L’in‑4o du Gazetier [12] pour l’antimoine [13] est gros d’un doigt. [5][14] C’est un méchant livre et un misérable galimatias de gazette. Vous ne l’aurez jamais vu deux heures qu’il ne vous fasse pitié. Il aura sa réponse quelque jour, combien qu’il ne la mérite pas, mais c’est afin que le peuple soit détrompé ; d’honnêtes gens s’en mêlent, et que vous ne haïssez pas. Notre M. Le Clerc, [15] qui est un bon compagnon, [6] dit qu’un homme ne triomphe jamais qu’il n’en ait bien tué à la guerre et que c’est ainsi que l’antimoine triomphe.
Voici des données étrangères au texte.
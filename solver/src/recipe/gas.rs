//! A carbonate recipe for a CO₂ atmosphere: the NaHCO₃ (or Na₂CO₃) that gives a target pH under the gas.
//!
//! Under the gas the dissolved CO₂ is fixed and the carbonate species follow
//! the pH, so weighing a carbonate form adds only its counter-ions to the
//! charge balance: the amount is the one unknown of [`solve_addition`]
//! (charge `q` and Σz² per formula unit of the form), with the recipe's
//! salts counted and the ionic strength iterated to self-consistency.
//!
//! Beside it, physiology's Henderson–Hasselbalch form (thermodynamic pK₁,
//! no activity, no water, every counter-ion paired with a bicarbonate):
//!
//! ```text
//! pH = pK₁ + log10( [HCO₃⁻] / (K₀ p(CO₂)) ),   amount = [HCO₃⁻] / q
//! ```

use crate::equilibrium::activity::{ActivityModel, DAVIES_LIMIT};
use crate::equilibrium::gas::{gas_at, no_carbonate, Atmosphere, GasState, CARBONATE};
use crate::equilibrium::{solve, solve_addition};
use crate::error::{Result, SolverError};
use crate::fmt::{format_mass, sig, sig_fixed, sig_trim};
use crate::mixture::{lookup, prepare, tolerance, ComponentSpec, MixtureSpec};
use crate::recipe::spec::{
    titrant_name, weigh, Estimate, Ingredient, MeterReading, MeterSolution, Method, RecipeResult,
    RecipeSpec, RecipeWarning, CONCENTRATE_MAX_M, METER_NOTE,
};
use crate::system::library::{counter_charge, find_form};
use crate::system::thermo::system_pks;
use crate::system::AcidSystem;

fn infeasible(field: &str, reason: String) -> SolverError {
    SolverError::Infeasible {
        field: field.into(),
        reason,
    }
}

/// How the gas reads in a step: `5 % CO₂` or `420 µatm CO₂`, with a
/// pressure other than standard.
pub fn gas_words(g: &GasState, a: &Atmosphere) -> String {
    let co2 = match a.co2_percent {
        Some(x) => format!("{} % CO₂ (humidified)", sig_trim(x, 3)),
        None => format!("{} µatm CO₂", sig_trim(g.co2_uatm, 4)),
    };
    if a.pressure_kpa.is_some() {
        format!("{co2} at {} kPa", sig_trim(g.pressure_kpa, 4))
    } else {
        co2
    }
}

/// Solve a carbonate recipe under its `atmosphere` (see the module text).
///
/// The recipe's system must be `carbonate` and its method `titrate`, whose
/// form is the one weighed (the gas takes the titrant's place: no titrant is
/// poured). A concentrate is not computed under a gas.
///
/// # Errors
///
/// [`SolverError::Infeasible`] on `atmosphere` (no carbonate), `method`,
/// `method.form`, `concentrate_factor` or `target_ph` (a target the gas
/// cannot give with a positive amount); the atmosphere's own errors.
pub fn solve_gas_recipe(spec: &RecipeSpec, custom: &[AcidSystem]) -> Result<RecipeResult> {
    let Some(atm) = spec.atmosphere else {
        return Err(infeasible("atmosphere", "no atmosphere given".into()));
    };
    let sys = lookup(&spec.system, custom)?;
    if sys.id != CARBONATE {
        return Err(no_carbonate("atmosphere"));
    }
    let Method::Titrate { form: form_id, .. } = &spec.method else {
        return Err(infeasible(
            "method",
            "under a CO₂ atmosphere the recipe weighs one carbonate form (NaHCO₃ or Na₂CO₃) and \
             the gas sets the rest: choose the method that weighs one form"
                .into(),
        ));
    };
    let form = find_form(sys, form_id).ok_or_else(|| SolverError::Unknown {
        kind: "form (method.form)".into(),
        name: form_id.clone(),
    })?;
    let q = counter_charge(form);
    let zz: f64 = form
        .counter_ions
        .iter()
        .map(|(ion, n)| f64::from(ion.charge() * ion.charge()) * n)
        .sum();
    if q <= 0.0 {
        return Err(infeasible(
            "method.form",
            "this form brings no sodium or potassium, so under the gas it cannot set the pH: \
             weigh NaHCO₃, Na₂CO₃ or a potassium salt"
                .into(),
        ));
    }
    if spec.concentrate_factor != 1.0 {
        return Err(infeasible(
            "concentrate_factor",
            "a concentrate under a CO₂ atmosphere is not computed: make the working solution"
                .into(),
        ));
    }
    let t = spec.temperature_c;
    let gas = gas_at(&atm, t, 0.0)?;
    let mixture_at = |conc_m: f64| MixtureSpec {
        temperature_c: t,
        activity: spec.activity,
        components: vec![ComponentSpec {
            system: sys.id.clone(),
            form: Some(form.id.clone()),
            conc_m,
        }],
        additives: spec.salts.clone(),
        atmosphere: Some(atm),
    };
    let base = prepare(&mixture_at(0.0), custom)?;
    let (x, _) = solve_addition(&base.composition, spec.target_ph, q, zz)?;
    if x < 0.0 {
        let ph0 = base.solve()?.ph;
        return Err(infeasible(
            "target_ph",
            format!(
                "with no carbonate weighed in, this solution already settles at pH {} under {}: \
                 the target is below that; raise the CO₂ or the target",
                sig_fixed(ph0, 2),
                gas_words(&gas, &atm)
            ),
        ));
    }
    if x > CONCENTRATE_MAX_M {
        return Err(infeasible(
            "target_ph",
            format!(
                "the target would need {} mol/L of {} under {}: lower the target or the CO₂",
                sig(x, 3),
                form.formula,
                gas_words(&gas, &atm)
            ),
        ));
    }
    let mixture = mixture_at(x);
    let p = prepare(&mixture, custom)?;
    let eq = solve(&p.composition, spec.target_ph)?;
    let tol = tolerance(&p, &eq, spec.tolerance_ph)?;
    let ingredients = weighed(spec, &form.formula, &form.name, x)?;
    let pks = system_pks(sys, t)?;
    let pk1 = pks.first().copied().unwrap_or(f64::NAN);

    // Physiology's Henderson–Hasselbalch form.
    let hco3 = gas.co2_aq_m * 10f64.powf(spec.target_ph - pk1);
    let x_hh = hco3 / q;
    let actual = prepare(&mixture_at(x_hh), custom)
        .and_then(|p| p.solve())
        .ok()
        .map(|e| e.ph);
    let r = 10f64.powf(spec.target_ph - pk1);
    let estimate = Estimate {
        pk: pk1,
        base_fraction: r / (1.0 + r),
        ingredients: weighed(spec, &form.formula, &form.name, x_hh)?,
        actual_ph: actual,
    };

    let mut warnings = Vec::new();
    if spec.activity == ActivityModel::Davies && eq.ionic_strength > DAVIES_LIMIT {
        warnings.push(RecipeWarning::IonicStrengthBeyondModel {
            ionic_strength: eq.ionic_strength,
        });
    }
    if let Some(a) = actual {
        let d = a - spec.target_ph;
        if d.abs() > 0.05 {
            warnings.push(RecipeWarning::EstimateOff { difference: d });
        }
    }
    // The meter: in the same gas, equilibrated, at the preparation temperature.
    let t_prep = spec.prepare_temperature_c.unwrap_or(t);
    let meter_ph = if t_prep == t {
        eq.ph
    } else {
        let mut m = mixture.clone();
        m.temperature_c = t_prep;
        solve(&prepare(&m, custom)?.composition, eq.ph)?.ph
    };
    let meter = MeterReading {
        temperature_c: t_prep,
        ph: meter_ph,
        solution: MeterSolution::WorkingBuffer,
    };
    warnings.extend(super::solubility::recipe_warnings(
        spec,
        &ingredients,
        t_prep,
    )?);
    let steps = gas_steps(spec, &ingredients, &gas, &atm, &meter);
    Ok(RecipeResult {
        ingredients,
        steps,
        equilibrium: eq,
        tolerance: tol,
        pks,
        step: 1,
        estimate,
        warnings,
        mixture,
        meter,
        concentrate: None,
    })
}

/// The form at `x` mol/L and the recipe's salts, for the final volume.
fn weighed(spec: &RecipeSpec, formula: &str, name: &str, x: f64) -> Result<Vec<Ingredient>> {
    let v = spec.volume_l;
    let mut out = vec![weigh(formula, name, x * v)?];
    for s in &spec.salts {
        if s.conc_m > 0.0 {
            out.push(weigh(
                s.additive.formula(),
                titrant_name(s.additive),
                s.conc_m * v,
            )?);
        }
    }
    Ok(out)
}

/// Bench steps under a gas: weigh, dissolve, equilibrate (time not computed), check.
fn gas_steps(
    spec: &RecipeSpec,
    ing: &[Ingredient],
    gas: &GasState,
    atm: &Atmosphere,
    meter: &MeterReading,
) -> Vec<String> {
    let v_ml = spec.volume_l * 1000.0;
    let t = sig(spec.temperature_c, 3);
    let words = gas_words(gas, atm);
    let target = sig_fixed(spec.target_ph, 2);
    let mut steps: Vec<String> = ing
        .iter()
        .filter_map(|i| {
            i.grams
                .map(|g| format!("Weigh {} of {} — {}.", format_mass(g), i.formula, i.name))
        })
        .collect();
    steps.push(format!(
        "Dissolve in about {} mL of water and make up to {} mL; no acid or base is added: the gas sets the rest.",
        sig(v_ml * 0.8, 3),
        sig(v_ml, 4)
    ));
    steps.push(format!(
        "Equilibrate with {words} at {t} °C (loosened cap or vented vessel). The solution reaches pH {target} only after it has equilibrated with the gas; how long that takes (volume, surface, stirring, the vessel) is not computed."
    ));
    steps.push(
        "Before it has equilibrated, and on the bench in room air, it reads higher: CO₂ leaves it. Read the pH quickly, in a closed cell or in the gas."
            .into(),
    );
    if meter.temperature_c == spec.temperature_c {
        steps.push(format!("Check: pH {target} at {t} °C under {words}."));
    } else {
        steps.push(format!(
            "Check: equilibrated under {words} at {} °C it reads pH {} (pH {target} at {t} °C). {METER_NOTE}",
            sig(meter.temperature_c, 3),
            sig_fixed(meter.ph, 2)
        ));
    }
    steps
}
Tâchez d’éviter les procès, les juges sont ravis que tout le monde tombe dans leurs pièges. Quand je dis à notre rapporteur en l’allant remercier le jour même de l’arrêt, que depuis 20 mois que ce procès avait duré il s’était fait beaucoup de dépense, il me dit gravement et magistralement : Monsieur mon ami, personne ne plaide à bon marché, nemo gratis litigat Parisiis. [7] Et quand je demandai au président, qui se dit fort mon ami, quo iure [8] j’avais été condamné aux deux tiers des dépens, vu que je n’avais point offensé ni méfait à personne, il me répondit que j’avais péché dans les formes ; si bien que, pour les formes, j’ai perdu mon procès. Ces Messieurs sont de vrais moqueurs. Ce même président, comme s’il devait quelque jour avoir affaire de moi, m’a mandé par un ami commun qu’il ne prétendait point avoir perdu mes bonnes grâces : ad populum phaleras, etc. [9][16] Je suis las de vous écrire de ces badineries. Stultus est labor ineptiarum. [10][17][18][19][20]
La querelle est aussi grosse que jamais entre les Anglais et les Hollandais, [21] et comme le commerce en est empêché, beaucoup de choses en renchérissent de deçà. Le comte d’Harcourt, [22] qui a entre les mains Brisach [23] et Philippsbourg, [24] était sollicité de s’accorder avec le prince de Condé, [25] mais on l’a retiré de ce précipice. Il est en état de rentrer au service du roi, [26] duquel il n’est sorti qu’en haine du Mazarin [27] qui le chicanait. [11] Je vous proteste que je serai toute ma vie, Monsieur, votre très humble et très obéissant serviteur.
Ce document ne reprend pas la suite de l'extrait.